What you are asked to do: Look through the entries below. Report each line that has the word "useState" in it.

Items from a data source
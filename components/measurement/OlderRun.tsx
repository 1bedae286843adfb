import { View } from 'react-native';
import { Button } from '@/components/ui/Button';
import { Plate } from '@/components/ui/Plate';
import { Text } from '@/components/ui/Text';
import { space } from '@/components/ui/tokens';
import type { MeasurementDetail } from '@/shared/contracts/measurements';

/** Said on a run that a newer one of the same frame stands beside. */
export function OlderRun({ measurement }: { measurement: MeasurementDetail }) {
  const newest = measurement.history[0];
  return (
    <Plate surface="lift">
      <View style={{ flexDirection: 'row', alignItems: 'center', gap: space.m }}>
        <Text variant="small" tone="ink0" style={{ flex: 1 }}>
          An older run. A newer one of the same frame stands beside it.
        </Text>
        {newest ? <Button dense label="Go to the newest" href={`/measurements/${newest.id}`} /> : null}
      </View>
    </Plate>
  );
}
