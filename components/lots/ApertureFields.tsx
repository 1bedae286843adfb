import type { Control, FieldPath, FieldValues } from 'react-hook-form';
import { FieldPair } from '@/components/forms/FieldPair';
import { FormChoice } from '@/components/forms/FormChoice';
import { FormField } from '@/components/forms/FormField';
import { FormNumber } from '@/components/forms/FormNumber';
import { kindChoices } from './apertureWords';

export interface ApertureFieldsProps<V extends FieldValues, O> {
  control: Control<V, unknown, O>;
  serialLabel: string;
  serialHint?: string;
}

/** What every piece has: serial, kind, nominal size, tolerance, note. */
export function ApertureFields<V extends FieldValues, O>({
  control,
  serialLabel,
  serialHint,
}: ApertureFieldsProps<V, O>) {
  const name = (field: string) => field as FieldPath<V>;
  return (
    <>
      <FieldPair>
        <FormField
          control={control}
          name={name('serial')}
          label={serialLabel}
          hint={serialHint}
          autoCapitalize="characters"
        />
        <FormChoice control={control} name={name('kind')} label="Kind" choices={kindChoices} />
      </FieldPair>
      <FieldPair>
        <FormNumber control={control} name={name('nominalSizeUm')} label="Nominal size" unit="µm" />
        <FormNumber
          control={control}
          name={name('toleranceUm')}
          label="Tolerance, either way"
          unit="µm"
          hint="Empty where none is agreed."
        />
      </FieldPair>
      <FormField control={control} name={name('note')} label="Note" lines={2} />
    </>
  );
}
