import { useLocalSearchParams, router } from 'expo-router';
import { useState } from 'react';
import { Image, View } from 'react-native';
import { LotPieces } from '@/components/capture/LotPieces';
import { AgainForm } from '@/components/measurement/AgainForm';
import { asEntered } from '@/components/measurement/asEntered';
import { Belief } from '@/components/measurement/Belief';
import { HistoryList } from '@/components/measurement/HistoryList';
import { OlderRun } from '@/components/measurement/OlderRun';
import { RefusedAnswer } from '@/components/measurement/RefusedAnswer';
import { RingTable } from '@/components/measurement/RingTable';
import { RunningAnswer } from '@/components/measurement/RunningAnswer';
import { SizePlate } from '@/components/measurement/SizePlate';
import { UsedForThis } from '@/components/measurement/UsedForThis';
import { refusalName } from '@/components/measurement/words/refusalWords';
import { Awaited } from '@/components/ui/Awaited';
import { AwaitedScreen } from '@/components/ui/AwaitedScreen';
import { Button } from '@/components/ui/Button';
import { IconButton } from '@/components/ui/IconButton';
import { useNotice } from '@/components/ui/NoticeProvider';
import { Plate } from '@/components/ui/Plate';
import { Screen } from '@/components/ui/Screen';
import { StageChip } from '@/components/ui/StageGlyph';
import { Text } from '@/components/ui/Text';
import { space } from '@/components/ui/tokens';
import { useLook } from '@/components/ui/useLook';
import { ViewSwitch } from '@/components/ui/ViewSwitch';
import { FrameSheet } from '@/components/viewer/FrameSheet';
import { saveFile } from '@/hooks/files/saveFile';
import { csvFileName, type CsvPart } from '@/shared/units/csvFileName';
import { useFrameEvidence } from '@/hooks/queries/frameEvidence';
import { useLot } from '@/hooks/queries/lots';
import { useMeasureAgain, useMeasurement, useMeasurementCsv } from '@/hooks/queries/measurements';
import { useThumbnail } from '@/hooks/queries/thumbnails';
import { useRole } from '@/hooks/session/SessionProvider';
import type { Measured } from '@/shared/contracts/measureResult';
import type { MeasurementDetail } from '@/shared/contracts/measurements';
import { BENCH } from '@/shared/contracts/roles';
import { formatNumber } from '@/shared/units/format';

/** One run of the engine over one frame: the size first, then why it can be believed. */
export default function MeasurementScreen() {
  const { measurementId } = useLocalSearchParams<{ measurementId: string }>();
  const measurement = useMeasurement(measurementId);
  return (
    <AwaitedScreen result={measurement} what="the measurement" title="Measurement" back="/">
      {(data) => <MeasurementOf key={measurementId} measurement={data} />}
    </AwaitedScreen>
  );
}

function MeasurementOf({ measurement }: { measurement: MeasurementDetail }) {
  const { desk, layout } = useLook();
  const [again, setAgain] = useState(false);
  const [chosenOrder, chooseRing] = useState<number | null>(null);
  const canMeasure = BENCH.includes(useRole());
  const viewer =
    `/captures/${measurement.captureId}/frames/${measurement.captureFrameId}?measurement=${measurement.id}` as const;
  const measured = measurement.result?.status === 'measured' ? measurement.result : null;
  const stopped = measurement.state === 'refused' || measurement.state === 'failed';
  const running = measurement.state === 'waiting' || measurement.state === 'measuring';
  const wide = layout !== 'phone';
  const tablet = wide && !desk;
  const nominal = `${asEntered(measurement.nominalSizeUm)} µm`;

  const evidence =
    wide && !running ? (
      <Evidence measurement={measurement} measured={measured} chosenOrder={chosenOrder} onChooseRing={chooseRing} />
    ) : null;
  const answer = (
    <>
      {stopped ? (
        <RefusedAnswer
          state={measurement.state === 'refused' ? 'refused' : 'failed'}
          reason={measurement.reason}
          message={measurement.message}
        />
      ) : null}
      {measured ? (
        <Belief
          measurement={measurement}
          measured={measured}
          ringTable={
            wide ? null : (
              <RingTable
                rings={measured.rings}
                expandedUncertaintyUm={measured.expandedUncertaintyUm}
                chosenOrder={chosenOrder}
                onChooseRing={chooseRing}
              />
            )
          }
        />
      ) : null}
      {running ? null : <UsedForThis measurement={measurement} />}
      {measured ? <Exports measurement={measurement} /> : null}
      <HistoryList measurement={measurement} />
    </>
  );

  const foot = again ? (
    <Again measurement={measurement} onClose={() => setAgain(false)} />
  ) : (
    <View style={{ flexDirection: 'row', gap: space.hair, paddingTop: desk ? 0 : space.hair }}>
      {canMeasure && !running ? (
        <Button
          label="Again"
          icon="retry"
          fullBleed={!desk}
          onPress={() => setAgain(true)}
          style={{ minHeight: 68, width: 126 }}
        />
      ) : null}
      {stopped && canMeasure ? (
        <Button
          label="Take again"
          kind="primary"
          icon="snap"
          trailing={null}
          fullBleed={!desk}
          href={`/captures/${measurement.captureId}`}
          style={{ flex: 1, minHeight: 68 }}
        />
      ) : (
        <Button
          label={running ? 'Go to the capture' : 'Look at the frame'}
          kind="primary"
          fullBleed={!desk}
          href={running ? `/captures/${measurement.captureId}` : viewer}
          style={{ flex: 1, minHeight: 68 }}
        />
      )}
    </View>
  );

  return (
    <Screen
      title={measurement.apertureSerial}
      subtitle={desk ? nominal : `${nominal}, lot ${measurement.lotNumber}`}
      back={desk ? undefined : `/captures/${measurement.captureId}`}
      action={
        desk ? (
          <StageChip stage={measurement.state} />
        ) : (
          <IconButton icon="frame" label="Look at the frame" href={viewer} />
        )
      }
      foot={foot}
      wavelengthNm={measurement.wavelengthNm}
      benchLabel={measurement.benchName}
      list={
        desk
          ? {
              title: measurement.lotNumber,
              back: `/lots/${measurement.lotId}`,
              width: 252,
              content: <Pieces measurement={measurement} />,
            }
          : undefined
      }
      evidence={
        desk && evidence
          ? { title: stopped ? 'The frame' : 'Why to believe it', width: 452, content: evidence }
          : undefined
      }
    >
      {measurement.newest ? null : <OlderRun measurement={measurement} />}
      {running ? (
        <RunningAnswer state={measurement.state === 'waiting' ? 'waiting' : 'measuring'} stage={measurement.stage} />
      ) : null}
      {stopped && !wide ? <FramePicture measurement={measurement} /> : null}
      {measured ? <SizePlate measurement={measurement} measured={measured} /> : null}
      {tablet && evidence ? (
        <View style={{ flexDirection: 'row', gap: space.hair, alignItems: 'flex-start' }}>
          <View style={{ flex: 1, minWidth: 0, gap: space.hair }}>{answer}</View>
          <View style={{ width: 400, gap: space.hair }}>{evidence}</View>
        </View>
      ) : (
        answer
      )}
    </Screen>
  );
}

interface EvidenceProps {
  measurement: MeasurementDetail;
  measured: Measured | null;
  chosenOrder: number | null;
  onChooseRing: (order: number | null) => void;
}

function Evidence({ measurement, measured, chosenOrder, onChooseRing }: EvidenceProps) {
  const [view, setView] = useState<'frame' | 'misfit'>('frame');
  // Frames that do not fit together can each be looked at all the same.
  const unseen = measurement.state === 'failed' && measurement.reason !== 'bad-case';
  const evidence = useFrameEvidence(unseen ? null : measurement.frameId, measurement);
  if (unseen) {
    return (
      <Plate>
        <Text tone="ink2">There is no picture of this frame: it could not be read.</Text>
      </Plate>
    );
  }
  const fit = measured?.reducedChiSquare;
  return (
    <>
      {measurement.hasMisfit ? (
        <ViewSwitch
          label="What is shown"
          views={[
            { value: 'frame', label: 'Frame' },
            { value: 'misfit', label: 'Misfit' },
          ]}
          value={view}
          onChange={setView}
        />
      ) : null}
      <Plate padding="none">
        <FrameSheet
          plane={evidence.plane}
          misfit={evidence.misfit}
          view={view}
          measured={evidence.measured}
          wavelengthNm={measurement.wavelengthNm}
          chosenOrder={chosenOrder}
          onChooseRing={onChooseRing}
          frameHeightPx={286}
          chartHeightPx={176}
        />
        {evidence.error ? (
          <Text variant="small" tone="ink2" style={{ padding: 16 }}>
            {`The frame could not be read. ${evidence.error.message}`}
          </Text>
        ) : null}
      </Plate>
      {measured ? (
        <RingTable
          rings={measured.rings}
          expandedUncertaintyUm={measured.expandedUncertaintyUm}
          chosenOrder={chosenOrder}
          onChooseRing={onChooseRing}
          foot={typeof fit !== 'number' ? undefined : `Fit ${formatNumber(fit, { places: 2 })}, expected 1.00.`}
        />
      ) : null}
    </>
  );
}

/** On a phone the frame of a refusal stands above the reason, as a picture; the viewer opens from the head. */
function FramePicture({ measurement }: { measurement: MeasurementDetail }) {
  const { colours } = useLook();
  const picture = useThumbnail(measurement.state === 'failed' ? null : measurement.frameId, measurement.wavelengthNm);
  if (measurement.state === 'failed') return null;
  return (
    <View style={{ height: 262, backgroundColor: colours.well }}>
      {picture.data ? (
        <Image
          source={{ uri: picture.data }}
          alt={`The frame ${measurement.frameName}`}
          resizeMode="cover"
          style={{ width: '100%', height: 262 }}
        />
      ) : null}
    </View>
  );
}

function Exports({ measurement }: { measurement: MeasurementDetail }) {
  const { warn, say } = useNotice();
  const csv = useMeasurementCsv(measurement.id);
  const save = (table: 'radialProfileCsv' | 'ringTableCsv', what: CsvPart) =>
    csv.mutate(table, {
      onSuccess: (text) => {
        const name = csvFileName(measurement, what);
        saveFile(name, text, 'text/csv')
          .then(() => say(`${name} is saved.`))
          .catch(() => warn(`${name} could not be saved on this device.`));
      },
      onError: (error) => warn(error.message),
    });
  return (
    <View style={{ flexDirection: 'row', gap: space.hair }}>
      <Button
        label="Radial profile, CSV"
        icon="get"
        busy={csv.isPending && csv.variables === 'radialProfileCsv'}
        onPress={() => save('radialProfileCsv', 'radial-profile')}
        style={{ flex: 1 }}
      />
      <Button
        label="Ring table, CSV"
        icon="get"
        busy={csv.isPending && csv.variables === 'ringTableCsv'}
        onPress={() => save('ringTableCsv', 'rings')}
        style={{ flex: 1 }}
      />
    </View>
  );
}

function Again({ measurement, onClose }: { measurement: MeasurementDetail; onClose: () => void }) {
  const measureAgain = useMeasureAgain(measurement.id);
  return (
    <AgainForm
      settings={measurement.settings}
      busy={measureAgain.isPending}
      problem={measureAgain.error?.message ?? null}
      onClose={onClose}
      onMeasure={(settings) =>
        measureAgain.mutate(settings, { onSuccess: (next) => router.push(`/measurements/${next.id}`) })
      }
    />
  );
}

function Pieces({ measurement }: { measurement: MeasurementDetail }) {
  const lot = useLot(measurement.lotId);
  return (
    <Awaited result={lot} what="the lot">
      {({ apertures }) => (
        <LotPieces
          apertures={apertures}
          chosenId={measurement.apertureId}
          chosenWord={measurement.state === 'measured' ? undefined : refusalWord(measurement)}
          beginHref={(aperture) => `/capture?aperture=${aperture.id}`}
        />
      )}
    </Awaited>
  );
}

const refusalWord = ({ state, reason }: MeasurementDetail) =>
  state === 'refused' || state === 'failed' ? refusalName(reason).toLowerCase() : 'now';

Exercise answer:
import { useState } from 'react';
  const [again, setAgain] = useState(false);
  const [chosenOrder, chooseRing] = useState<number | null>(null);
  const [view, setView] = useState<'frame' | 'misfit'>('frame');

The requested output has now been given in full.